With economists having to react to news cycles getting even shorter and market events happening quicker than before, they can no longer count solely on the traditional widely disseminated macro-metrics and tools to provide actionable analysis, according to Michael McDonough, Chief Economist for Financial Products at Bloomberg.
On October 30, Bloomberg in partnership with Coalition Greenwich released a new study that assesses how U.S. economists and strategists are utilizing data, analytical tools and emerging technology in anticipation of the most impactful macro events, including the U.S. Presidential Election.

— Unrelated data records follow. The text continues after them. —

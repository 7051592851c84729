package web

import (
	"net/url"
	"testing"
	"time"

	"rolloff/sweep/event"
	"rolloff/sweep/plan"
	"rolloff/sweep/queue"
)

func TestRunFilter(t *testing.T) {
	list := []queue.Info{
		{ID: "a", Plan: &plan.Plan{Unit: "LD-0001", Batch: "B1"}},
		{ID: "b", Plan: &plan.Plan{Unit: "LD-0002", Batch: "B1"}},
		{ID: "c", Plan: &plan.Plan{Unit: "LD-0001", Batch: "B2"}},
		{ID: "d"}, // no plan known
	}
	for _, c := range []struct {
		query string
		want  string
	}{
		{"", "abcd"}, {"unit=LD-0001", "ac"}, {"batch=B1", "ab"}, {"unit=ld-0001&batch=b2", "c"}, {"unit=LD-9", ""},
	} {
		q, _ := url.ParseQuery(c.query)
		f, err := parseRunFilter(q)
		if err != nil {
			t.Fatalf("%q: %v", c.query, err)
		}
		got := ""
		for _, in := range f.filter(list) {
			got += in.ID
		}
		if got != c.want {
			t.Errorf("%q: got runs %q, want %q", c.query, got, c.want)
		}
	}
	for _, bad := range []string{"colour=red", "state=sleeping", "unit=a&unit=b", "batch=" + string(make([]byte, 65)),
		"limit=0", "limit=1001", "offset=-1", "from=yesterday", "from=2026-12-02&to=2026-12-01"} {
		q, _ := url.ParseQuery(bad)
		if _, err := parseRunFilter(q); err == nil {
			t.Errorf("%q accepted", bad)
		}
	}
}

func TestRunListFilter(t *testing.T) {
	d := startDemo(t, demoOpts{})
	p := smallPlan("fixed")
	p["unit"], p["batch"] = "LD-0042", "proto-A"
	res, data := d.do("POST", "/api/runs", p)
	want(t, "submit", res, data, 201, "")
	id := decode[map[string]string](t, data)["id"]
	d.waitState(t, id, true, 40*time.Second, event.Done)
	for q, n := range map[string]int{"": 1, "?unit=LD-0042": 1, "?batch=proto-A&unit=LD-0042": 1, "?unit=LD-0043": 0} {
		res, data := d.do("GET", "/api/runs"+q, nil)
		want(t, "list "+q, res, data, 200, "")
		if runs := decode[struct{ Runs []map[string]any }](t, data).Runs; len(runs) != n {
			t.Errorf("%q: %d runs, want %d", q, len(runs), n)
		}
	}
	res, data = d.do("GET", "/api/runs?state=sleeping", nil)
	want(t, "unknown state", res, data, 400, "state")
	res, data = d.do("GET", "/api/runs?colour=red", nil)
	want(t, "unknown filter", res, data, 400, "colour")
	// The daemon serves the run's report.
	res, data = d.do("GET", "/api/runs/"+id+"/files/report.pdf", nil)
	if res.StatusCode != 200 || len(data) < 5 || string(data[:5]) != "%PDF-" {
		t.Errorf("report.pdf: %d %.20q", res.StatusCode, data)
	}
}

func TestRunFilterStateTime(t *testing.T) {
	day := time.Date(2026, 12, 1, 0, 0, 0, 0, time.UTC)
	list := []queue.Info{
		{ID: "a", State: event.Done, Created: day.Add(30 * time.Hour)},
		{ID: "b", State: event.Failed, Created: day.Add(23 * time.Hour)},
		{ID: "c", State: event.Done, Created: day},
		{ID: "d", State: event.Interrupted, Created: day.Add(-time.Second)},
	}
	for _, c := range []struct{ query, want string }{
		{"state=done", "ac"}, {"state=done,failed", "abc"}, {"state=interrupted", "d"},
		{"from=2026-12-01", "abc"}, {"to=2026-12-01", "bcd"}, {"from=2026-12-01&to=2026-12-01", "bc"},
		{"from=2026-12-01T23:00:00Z", "ab"}, {"to=2026-12-01T23:00:00Z", "cd"},
		{"from=2026-12-01&state=done", "ac"},
	} {
		q, _ := url.ParseQuery(c.query)
		f, err := parseRunFilter(q)
		if err != nil {
			t.Fatalf("%q: %v", c.query, err)
		}
		got := ""
		for _, in := range f.filter(list) {
			got += in.ID
		}
		if got != c.want {
			t.Errorf("%q: got runs %q, want %q", c.query, got, c.want)
		}
	}
}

The study reveals that economists from leading asset managers, top banks and broker research firms, NGOs and government agencies are adopting new predictive tools, alternative data and generative AI.
McDonough said that for example, in the first presidential debate, people were caught off guard by what happened.
“Relying on traditional polling data means waiting days or even weeks to assess the impact,” he told Traders Magazine.
“Predictive markets, however, offer an immediate sense of how significant an event might be, allowing for a faster understanding of its implications,” he said.
“Broadly speaking, traditional data is very backward looking, and people are trying to get a read on where we are now, not where we were a month ago,” he added.
McDonough said that another key finding, which supports this, was that economists rank alternative data—particularly social media sentiment analysis and real-time consumer transaction data—and Generative AI-enhanced analytics as the #2 and #3 most important tools to analyze macro drivers over the next 12 months.
“We’ve offered prediction market data on the Terminal since 2020, so while we were aware of the demand, we underestimated just how significant that interest would become,” he commented.
According to the findings, early career economists highly value generative AI for use in forecasting models as the single area of their workflow that may be transformed in the coming 2-3 years.
Kevin McPartland, Head of Market Structure and Technology Research at Coalition Greenwich, commented that experienced economists and strategists are also looking to complement traditional tools with innovative solutions, as shown through their adoption of alternative datasets in their daily workflows.
“In our research, 53% of economists with 15-years or more of experience reported utilizing social media sentiment data daily, 47% utilized real-time consumer transaction-level data, 47% utilized web traffic and app usage data, 35% event driven feeds, 29% geolocation data (including foot traffic data) and 24% satellite/imagery data,” he shared.
“Considering this, when analyzing the U.S. economy, 56% of economists with 15-years or more of experience still view point-in-time data as more important than alternative data,” he said.
McPartland told Traders Magazine that forecasting is only one of AI’s early applications, and economists are already adopting AI in complementary ways beyond prediction as they try to determine its value.
For example, he said, the study found that AI is widely used in summarization tools, with 33% of economists and strategists identifying it as the most transformative AI application in their workflow, and 18% viewing sentiment analysis as most transformative.
“Specifically when trying to figure out risk analytics and the sensitivity of a position to the election for a portfolio, macro investors can utilize these AI tools and alternative metrics to help gauge the potential risks, he said.
The findings also suggest that fast, robust, and easily accessible data is key.
“Economists today are faced with an overwhelming array of data, and the ability to quickly access and synthesize this information is essential,” McDonough said.
He stressed that with the sheer volume of data out there today, economists and strategists need to seamlessly integrate it into their workflow and connect all of it to find the signal in all this noise.
“That’s where AI plays a critical role to seamlessly connect the data, model it, present it in a way where they can then extract insights and signals,” he said.
“This is going to become very crucial for economists and strategists in the future, especially as they continue to have to analyze larger raw and calculated data sets than ever before,” he concluded.